= Exercise details =
Each line from the start of the entries through the line that contains "def scale_values(values: Floats, criterion: Criterion)" should be output exactly, please.

(Records from a collection)
********
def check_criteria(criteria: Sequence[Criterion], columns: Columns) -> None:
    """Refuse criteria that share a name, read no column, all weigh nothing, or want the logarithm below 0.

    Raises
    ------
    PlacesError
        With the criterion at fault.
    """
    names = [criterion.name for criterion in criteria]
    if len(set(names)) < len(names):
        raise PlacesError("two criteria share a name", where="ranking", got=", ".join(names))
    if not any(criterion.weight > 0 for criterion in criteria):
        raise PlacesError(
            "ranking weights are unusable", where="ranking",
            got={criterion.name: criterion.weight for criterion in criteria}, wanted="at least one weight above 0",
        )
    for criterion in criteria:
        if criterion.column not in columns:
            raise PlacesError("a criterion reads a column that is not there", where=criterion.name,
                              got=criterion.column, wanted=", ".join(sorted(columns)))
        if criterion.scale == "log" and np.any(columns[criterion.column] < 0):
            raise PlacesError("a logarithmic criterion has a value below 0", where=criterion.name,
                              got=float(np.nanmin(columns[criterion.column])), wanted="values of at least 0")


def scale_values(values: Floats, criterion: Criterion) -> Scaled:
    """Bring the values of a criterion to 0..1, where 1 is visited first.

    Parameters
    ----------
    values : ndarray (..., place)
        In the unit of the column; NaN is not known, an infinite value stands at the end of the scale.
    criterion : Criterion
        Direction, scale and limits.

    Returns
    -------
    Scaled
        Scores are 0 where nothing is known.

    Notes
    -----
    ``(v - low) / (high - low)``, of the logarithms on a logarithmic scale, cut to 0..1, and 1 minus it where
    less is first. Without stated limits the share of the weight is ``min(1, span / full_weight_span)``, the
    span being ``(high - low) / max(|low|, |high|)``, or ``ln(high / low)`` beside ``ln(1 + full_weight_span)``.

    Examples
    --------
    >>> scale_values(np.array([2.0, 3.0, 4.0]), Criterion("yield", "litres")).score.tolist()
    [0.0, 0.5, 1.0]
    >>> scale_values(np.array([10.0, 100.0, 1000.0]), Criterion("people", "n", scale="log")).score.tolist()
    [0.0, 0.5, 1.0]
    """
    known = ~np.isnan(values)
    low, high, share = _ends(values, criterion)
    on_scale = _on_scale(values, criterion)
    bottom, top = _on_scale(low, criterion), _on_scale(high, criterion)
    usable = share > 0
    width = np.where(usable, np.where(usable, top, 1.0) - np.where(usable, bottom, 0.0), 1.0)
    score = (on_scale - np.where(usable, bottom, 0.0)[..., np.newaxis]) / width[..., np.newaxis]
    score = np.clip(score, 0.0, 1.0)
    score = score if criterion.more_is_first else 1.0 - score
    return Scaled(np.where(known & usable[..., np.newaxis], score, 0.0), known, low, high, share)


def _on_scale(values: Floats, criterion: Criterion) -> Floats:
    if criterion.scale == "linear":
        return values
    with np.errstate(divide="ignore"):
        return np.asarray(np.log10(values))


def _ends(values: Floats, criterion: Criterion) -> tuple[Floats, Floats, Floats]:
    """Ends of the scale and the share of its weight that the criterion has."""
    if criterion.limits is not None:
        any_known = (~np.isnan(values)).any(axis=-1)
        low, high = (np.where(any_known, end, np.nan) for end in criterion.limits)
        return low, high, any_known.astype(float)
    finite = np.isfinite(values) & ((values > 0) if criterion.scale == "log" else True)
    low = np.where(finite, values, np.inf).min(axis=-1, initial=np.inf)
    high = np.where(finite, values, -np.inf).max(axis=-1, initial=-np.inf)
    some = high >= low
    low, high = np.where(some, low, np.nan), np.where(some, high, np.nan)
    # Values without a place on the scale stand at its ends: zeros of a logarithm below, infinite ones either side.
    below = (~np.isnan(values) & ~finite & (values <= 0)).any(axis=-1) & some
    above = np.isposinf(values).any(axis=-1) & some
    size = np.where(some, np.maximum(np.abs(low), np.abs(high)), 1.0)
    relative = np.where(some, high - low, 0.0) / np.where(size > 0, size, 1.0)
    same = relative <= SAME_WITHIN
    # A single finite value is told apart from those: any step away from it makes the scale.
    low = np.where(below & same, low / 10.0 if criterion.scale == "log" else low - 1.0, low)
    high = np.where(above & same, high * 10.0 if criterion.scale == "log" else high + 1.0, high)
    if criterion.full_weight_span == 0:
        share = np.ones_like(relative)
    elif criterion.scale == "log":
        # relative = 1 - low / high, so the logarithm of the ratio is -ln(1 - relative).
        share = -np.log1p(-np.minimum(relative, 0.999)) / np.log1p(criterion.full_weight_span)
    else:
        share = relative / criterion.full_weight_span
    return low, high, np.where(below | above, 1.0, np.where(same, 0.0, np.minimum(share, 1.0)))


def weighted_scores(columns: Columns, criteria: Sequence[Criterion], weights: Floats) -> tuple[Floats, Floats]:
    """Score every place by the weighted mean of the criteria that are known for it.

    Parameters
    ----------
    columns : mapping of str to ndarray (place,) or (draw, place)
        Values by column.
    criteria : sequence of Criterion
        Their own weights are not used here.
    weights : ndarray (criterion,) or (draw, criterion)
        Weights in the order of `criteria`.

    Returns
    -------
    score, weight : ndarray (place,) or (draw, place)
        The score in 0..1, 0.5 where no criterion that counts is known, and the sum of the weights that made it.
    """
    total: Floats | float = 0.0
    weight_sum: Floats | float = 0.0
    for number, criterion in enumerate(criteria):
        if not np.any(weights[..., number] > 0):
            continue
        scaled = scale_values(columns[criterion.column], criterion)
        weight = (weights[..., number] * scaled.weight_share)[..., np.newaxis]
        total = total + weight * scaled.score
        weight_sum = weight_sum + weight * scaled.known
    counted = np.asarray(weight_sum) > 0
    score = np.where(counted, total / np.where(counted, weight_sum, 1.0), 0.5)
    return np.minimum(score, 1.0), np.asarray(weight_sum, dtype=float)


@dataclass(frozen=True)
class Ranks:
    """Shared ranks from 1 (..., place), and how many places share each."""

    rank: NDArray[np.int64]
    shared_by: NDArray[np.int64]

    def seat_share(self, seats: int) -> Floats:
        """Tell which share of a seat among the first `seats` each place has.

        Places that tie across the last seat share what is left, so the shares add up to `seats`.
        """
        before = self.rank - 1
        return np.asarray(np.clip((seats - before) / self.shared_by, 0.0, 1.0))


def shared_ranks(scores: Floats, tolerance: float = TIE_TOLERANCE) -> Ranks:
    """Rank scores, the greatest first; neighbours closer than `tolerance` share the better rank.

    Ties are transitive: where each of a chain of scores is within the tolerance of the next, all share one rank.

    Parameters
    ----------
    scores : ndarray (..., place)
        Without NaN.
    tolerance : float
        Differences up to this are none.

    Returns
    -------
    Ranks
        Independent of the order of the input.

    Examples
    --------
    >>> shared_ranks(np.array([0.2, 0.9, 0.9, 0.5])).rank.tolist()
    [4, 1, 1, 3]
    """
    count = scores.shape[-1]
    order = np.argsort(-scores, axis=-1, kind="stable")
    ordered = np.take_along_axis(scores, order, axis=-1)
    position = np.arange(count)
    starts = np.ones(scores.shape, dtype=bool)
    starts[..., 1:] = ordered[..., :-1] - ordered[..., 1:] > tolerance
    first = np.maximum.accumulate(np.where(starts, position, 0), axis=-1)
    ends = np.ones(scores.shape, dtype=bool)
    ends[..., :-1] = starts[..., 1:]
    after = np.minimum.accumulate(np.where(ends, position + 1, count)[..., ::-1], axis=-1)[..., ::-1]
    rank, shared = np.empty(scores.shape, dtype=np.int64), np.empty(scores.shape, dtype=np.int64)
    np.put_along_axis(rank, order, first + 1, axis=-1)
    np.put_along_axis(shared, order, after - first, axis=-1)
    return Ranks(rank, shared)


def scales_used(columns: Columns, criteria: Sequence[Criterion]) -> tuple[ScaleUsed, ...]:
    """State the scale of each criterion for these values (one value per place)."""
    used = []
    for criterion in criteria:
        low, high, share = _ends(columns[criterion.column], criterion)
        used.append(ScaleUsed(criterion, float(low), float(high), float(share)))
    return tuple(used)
********
= Result for this exercise =
def check_criteria(criteria: Sequence[Criterion], columns: Columns) -> None:
    """Refuse criteria that share a name, read no column, all weigh nothing, or want the logarithm below 0.

    Raises
    ------
    PlacesError
        With the criterion at fault.
    """
    names = [criterion.name for criterion in criteria]
    if len(set(names)) < len(names):
        raise PlacesError("two criteria share a name", where="ranking", got=", ".join(names))
    if not any(criterion.weight > 0 for criterion in criteria):
        raise PlacesError(
            "ranking weights are unusable", where="ranking",
            got={criterion.name: criterion.weight for criterion in criteria}, wanted="at least one weight above 0",
        )
    for criterion in criteria:
        if criterion.column not in columns:
            raise PlacesError("a criterion reads a column that is not there", where=criterion.name,
                              got=criterion.column, wanted=", ".join(sorted(columns)))
        if criterion.scale == "log" and np.any(columns[criterion.column] < 0):
            raise PlacesError("a logarithmic criterion has a value below 0", where=criterion.name,
                              got=float(np.nanmin(columns[criterion.column])), wanted="values of at least 0")


def scale_values(values: Floats, criterion: Criterion) -> Scaled:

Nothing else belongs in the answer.